When the same expression is referenced from the recursive spine, the reducer could share its reduction. This is the standard call-by-need / thunk-update approach.

Pros: principled; makes the surface program O(k) without any user-visible change.
Cons: largest surface — affects every reduce path, not just iteration accumulators. Significant ROC impact.

Scope

  • In scope (this issue): track the architectural problem, document its impact, decide which fix path to pursue
  • Out of scope: the actual implementation — design doc + targeted track when scheduled

Why this matters

Iteration with rounded arithmetic is the most basic workload of any numerical algorithm — eigenvalue solvers, PageRank-like algorithms, neural-net forward passes, ODE integrators.
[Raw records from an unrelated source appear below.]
def _missed(target: Target, variant: Variant) -> str:
    """How the target is missed at this variant: "the bulk falls to 52.3 °C in Road crossing"."""
    fig = target.figure(variant)
    where = _where(target, variant)
    fig_text = _tv(target, fig)
    k = target.kind
    if k in ("bulk_min", "worst_case_bulk_min", "outlet_min"):
        return f"{target.spec.subject} falls to {fig_text}{where}"
    if k == "hold_time_min":
        return f"it holds for only {duration_words(fig)}{where}"
    return f"{target.spec.subject} is {fig_text}{where}"


# --------------------------------------------------------------------------- the search


class _Evaluator:
    """Solves values of the parameter, remembering each (the finder's evaluations)."""

    def __init__(self, alt, parameter, targets, design):
        self.alt, self.parameter, self.targets, self.design = alt, parameter, targets, design
        self.cache: dict = {}
        self.count = 0

    def solve(self, values: Sequence) -> list[Variant]:
        todo = [v for v in dict.fromkeys(values) if v not in self.cache]
        if todo:
            self.count += len(todo)
            for variant in solve_prepared(make_variants(self.alt, self.parameter, todo), design=self.design):
                self.cache[variant.value] = variant
        return [self.cache[v] for v in values]

    def margins(self, value) -> np.ndarray:
        variant = self.solve([value])[0]
        return np.array([t.margin(variant) for t in self.targets])

    def feasible(self, value) -> bool:
        return bool(np.all(self.margins(value) >= 0.0))

    def smallest_feasible_in(self, lo: float, hi: float) -> Optional[float]:
        """The smallest value solved so far in [lo, hi] that meets every target."""
        found = [v for v in self.cache if lo <= v <= hi and self.feasible(v)]
        return min(found) if found else None


def prepare() -> None:
    """Import what a continuous search needs (scipy.optimize, about 0.35 s the first time in a process)."""
    import scipy.optimize  # noqa: F401


class _SolveFailed(Exception):
    pass


def _root(ev: _Evaluator, j: int, a: float, b: float) -> float:
    """Where target j's margin crosses zero between a and b (brentq; its signs at a and b differ)."""
    from scipy.optimize import brentq

    def f(v):
        margin = ev.margins(float(v))[j]
        if math.isnan(margin):
            raise _SolveFailed(float(v))
        return margin

    span = abs(b - a)
    return float(brentq(f, a, b, xtol=max(1e-6 * span, 1e-12), rtol=RELATIVE_TOLERANCE, maxiter=100))


def find(alt: Alternative, parameter: Parameter, targets: Sequence[Target], *, lower=None, upper=None,
         design: Optional[DesignCases] = None, values: Optional[Sequence] = None, system: str = "SI",
         formatter: Optional[Formatter] = None) -> FinderResult:
    """The smallest value of ``parameter`` meeting every target (see the module for the method and the rule).

    ``lower``/``upper``: the range of a continuous parameter [SI] (default :meth:`Parameter.default_range`);
    for a discrete one they trim the standard list. ``values``: the list for a discrete parameter (default
    :meth:`Parameter.standard_values`). ``design``: the project's design cases, needed by the worst-case and
    hold-time targets (only then are the design cases solved). Raises InputError for no targets, a design
    target without design cases, or a range the model refuses.

    ``system`` and ``formatter(value_si, quantity, system)`` write the explanation, the searched words,
    ``value_text`` and the answer's name in the user's units (default: the engineer's SI). ``key_figures`` of
    the answer hold the design figures too (:func:`design_figures`) when the design cases were solved.
    """
    previous = (getattr(_WORDS, "system", "SI"), getattr(_WORDS, "formatter", None))
    _WORDS.system, _WORDS.formatter = system, formatter
    try:
        return _find(alt, parameter, targets, lower, upper, design, values)
    finally:
        _WORDS.system, _WORDS.formatter = previous


def _find(alt, parameter, targets, lower, upper, design, values) -> FinderResult:
    targets = list(targets)
    if not targets:
        raise InputError("targets", targets, "give at least one target to meet")
    for t in targets:
        if not isinstance(t, Target):
            raise InputError("targets", t, "each target must be a Target")
    needs_design = any(t.needs_design for t in targets)
    if needs_design and design is None:
        raise InputError("design", None, "the worst-case and hold-time targets need the project's design cases")
    ev = _Evaluator(alt, parameter, targets, design if needs_design else None)
    parameter.segment_indices(alt)  # refuse a parameter that does not apply, at once
    if parameter.discrete:
        return _find_discrete(ev, values, lower, upper)
    return _find_continuous(ev, lower, upper)


def _result(ev: _Evaluator, feasible: bool, value, explanation: str, searched: str, lower, upper,
            ruled_out: Sequence[Target] = ()) -> FinderResult:
    alt, parameter, targets = ev.alt, ev.parameter, ev.targets
    base = dict(parameter=parameter, targets=targets, searched=searched, base_alternative=alt.name,
                lower=lower, upper=upper, parameter_text=parameter.label(alt),
                target_texts=tuple(_tt(t) for t in targets))
    if not feasible:
        return FinderResult(feasible=False, value=None, alternative=None, key_figures=None, result=None, binding=None,
                            margins={}, explanation=explanation, evaluations=ev.count, **base)
    answer = parameter.apply(alt, value)
    answer = answer.model_copy(update={"name": answer_name(alt, parameter, value)})
    final = solve_prepared([(value, None, answer)], profiles=True, design=ev.design)[0]
    ev.count += 1
    margins = {_tt(t): t.margin(final) for t in targets}
    finite = [(t.relative_margin(t.margin(final)), i) for i, t in enumerate(targets)
              if not math.isnan(t.margin(final))]
    binding = targets[min(finite)[1]] if finite else None
    if ruled_out:  # a standard value: the binding target is the one that rules out the size below
        binding = min(ruled_out, key=lambda t: t.relative_margin(t.margin(final)))
    ok = final.ok and all(m >= 0 for m in margins.values())
    if not ok:  # the full re-solve disagrees with the search (it should not): say so, never a silent answer
        missed = [t for t in targets if not t.met(final)]
        why = (f"the answer fails to solve on its own: {final.outcome.error}" if not final.ok else
               "re-solved on its own it misses " + "; ".join(f"{_tt(t)} ({_missed(t, final)})" for t in missed))
        return FinderResult(feasible=False, value=None, alternative=None, key_figures=None, result=None,
                            binding=None, margins=margins,
                            explanation=f"{_pv(parameter, value)} was found, but {why}.",
                            evaluations=ev.count, **base)
    return FinderResult(feasible=True, value=value, alternative=answer, key_figures=figures_of(final),
                        result=final.outcome.result, binding=binding, margins=margins, explanation=explanation,
                        evaluations=ev.count, value_text=_pv(parameter, value),
                        binding_text=_tt(binding) if binding is not None else "", **base)


def _binding_words(ev: _Evaluator, value) -> str:
    variant = ev.cache.get(value)
    if variant is None:
        return ""
    pairs = [(t.relative_margin(t.margin(variant)), t) for t in ev.targets if not math.isnan(t.margin(variant))]
    if not pairs:
        return ""
    _, t = min(pairs, key=lambda p: p[0])
    margin = t.margin(variant)
    diff = _qv(margin, "temperature_difference") if t.spec.quantity == "temperature" else (
        duration_words(margin) if t.spec.quantity == "time" else _qv(margin, t.spec.quantity))
    return f"binding: {_tt(t)} (margin {diff})"


def _cannot_judge(ev: _Evaluator, variants: list[Variant]) -> Optional[str]:
    solved = [v for v in variants if v.ok]
    for t in ev.targets:
        if solved and all(math.isnan(t.margin(v)) for v in solved):
            label = DESIGN_FIGURE_LABELS.get(t.spec.figure, (None,))[0] or KEY_FIGURE_BY_KEY[t.spec.figure].label
            extra = " (no surface of the line is in air)" if t.kind == "surface_max" else ""
            return f"'{_tt(t)}' cannot be judged on this line: {label.lower()} does not apply to it{extra}"
    return None


def _fails_everywhere(ev: _Evaluator, variants: list[Variant]) -> Optional[str]:
    if any(v.ok for v in variants):
        return None
    errors = [v.outcome.error for v in variants]
    return f"the line fails to solve at every value tried: {errors[0]}"


def _even_best(ev: _Evaluator, variants: list[Variant], t: Target, discrete: bool, what: str) -> str:
    """The plain words for a target missed at every value: at its best value, by how much."""
    solved = [v for v in variants if v.ok and not math.isnan(t.margin(v))]
    top = max(t.margin(v) for v in solved)
    ties = [v for v in solved if t.margin(v) >= top - 1e-9 * max(1.0, abs(t.value))]
    # of equal bests, the one furthest the way the target improves ("even at 80 W/m", not at 13 W/m)
    best = ties[-1] if t.margin(solved[-1]) >= t.margin(solved[0]) else ties[0]
    best_text = _pv(ev.parameter, best.value)
    wanted = f"{'at least' if t.spec.sense > 0 else 'at most'} {_tv(t)} wanted"
    spread = max(t.margin(v) for v in solved) - min(t.margin(v) for v in solved)
    if len(solved) > 1 and spread <= 1e-9 * max(1.0, abs(t.value)):
        where = _where(t, best)
        return (f"the {what} does not move {t.spec.subject}{where} (what decides it is not what is varied): "
                f"{_missed(t, best)} at every value tried ({wanted})")
    lead = (f"no {what} on the list can {_goal(t, best)}" if discrete
            else f"no {what} in the range searched can {_goal(t, best)}")
    return f"{lead}: even at {best_text} {_missed(t, best)} ({wanted}){_outside_group(ev, t, best)}"


def _outside_group(ev: _Evaluator, t: Target, variant: Variant) -> str:
    """"; Tank outlet is not among the segments varied" where the figure sits in a segment the parameter leaves."""
    parameter = ev.parameter
    if not parameter.on_segments or variant.alternative is None:
        return ""
    figs = figures_of(variant) or {}
    index = {"worst_case_bulk_min": figs.get("worst_case_min_bulk_segment"),
             "hold_time_min": figs.get("hold_time_segment")}.get(t.kind)
    if index is None and t.spec.position:
        index = _segment_at(variant.alternative, figs.get(t.spec.position))
    if index is None or index in parameter.segment_indices(ev.alt):
        return ""
    return f"; {variant.alternative.segments[index].name} is not among the segments varied"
The O(k²) reducer blowup makes Prologos unable to run any of these at meaningful sizes today. Closing this gap is the single highest-leverage change for the surface variant's wall-clock-on-numerical-code story.

References

  • Pitfall memo: docs/tracking/2026-04-23_eigentrust_pitfalls.md § 11 ("Lazy argument reduction makes deep iteration scale as O(k²)…")
  • Comparison doc: docs/tracking/2026-04-23_eigentrust_comparison.md (~500 000× math-vs-Prologos-math gap; reducer named as the bottleneck)
  • Reproducible measurement: racket/prologos/benchmarks/comparative/eigentrust-list-posit-w3only.prologos (single W3 expression, isolates reduce_ms from W1/W2/other workloads)
  • Branch with the measurement infrastructure: claude/eigentrust-prologos-implementation-JGszt
  • Related upstream goal: "Prologos network" axis (compile surface code to a propagator network instead of evaluating through the reducer) — see comparison doc § "What this tells us about the layered design"

Priority

High. The reducer blowup is the dominant cost on every numerical workload we care about and is the gating issue between Prologos's surface-language story and "you can write real numerical code in Prologos."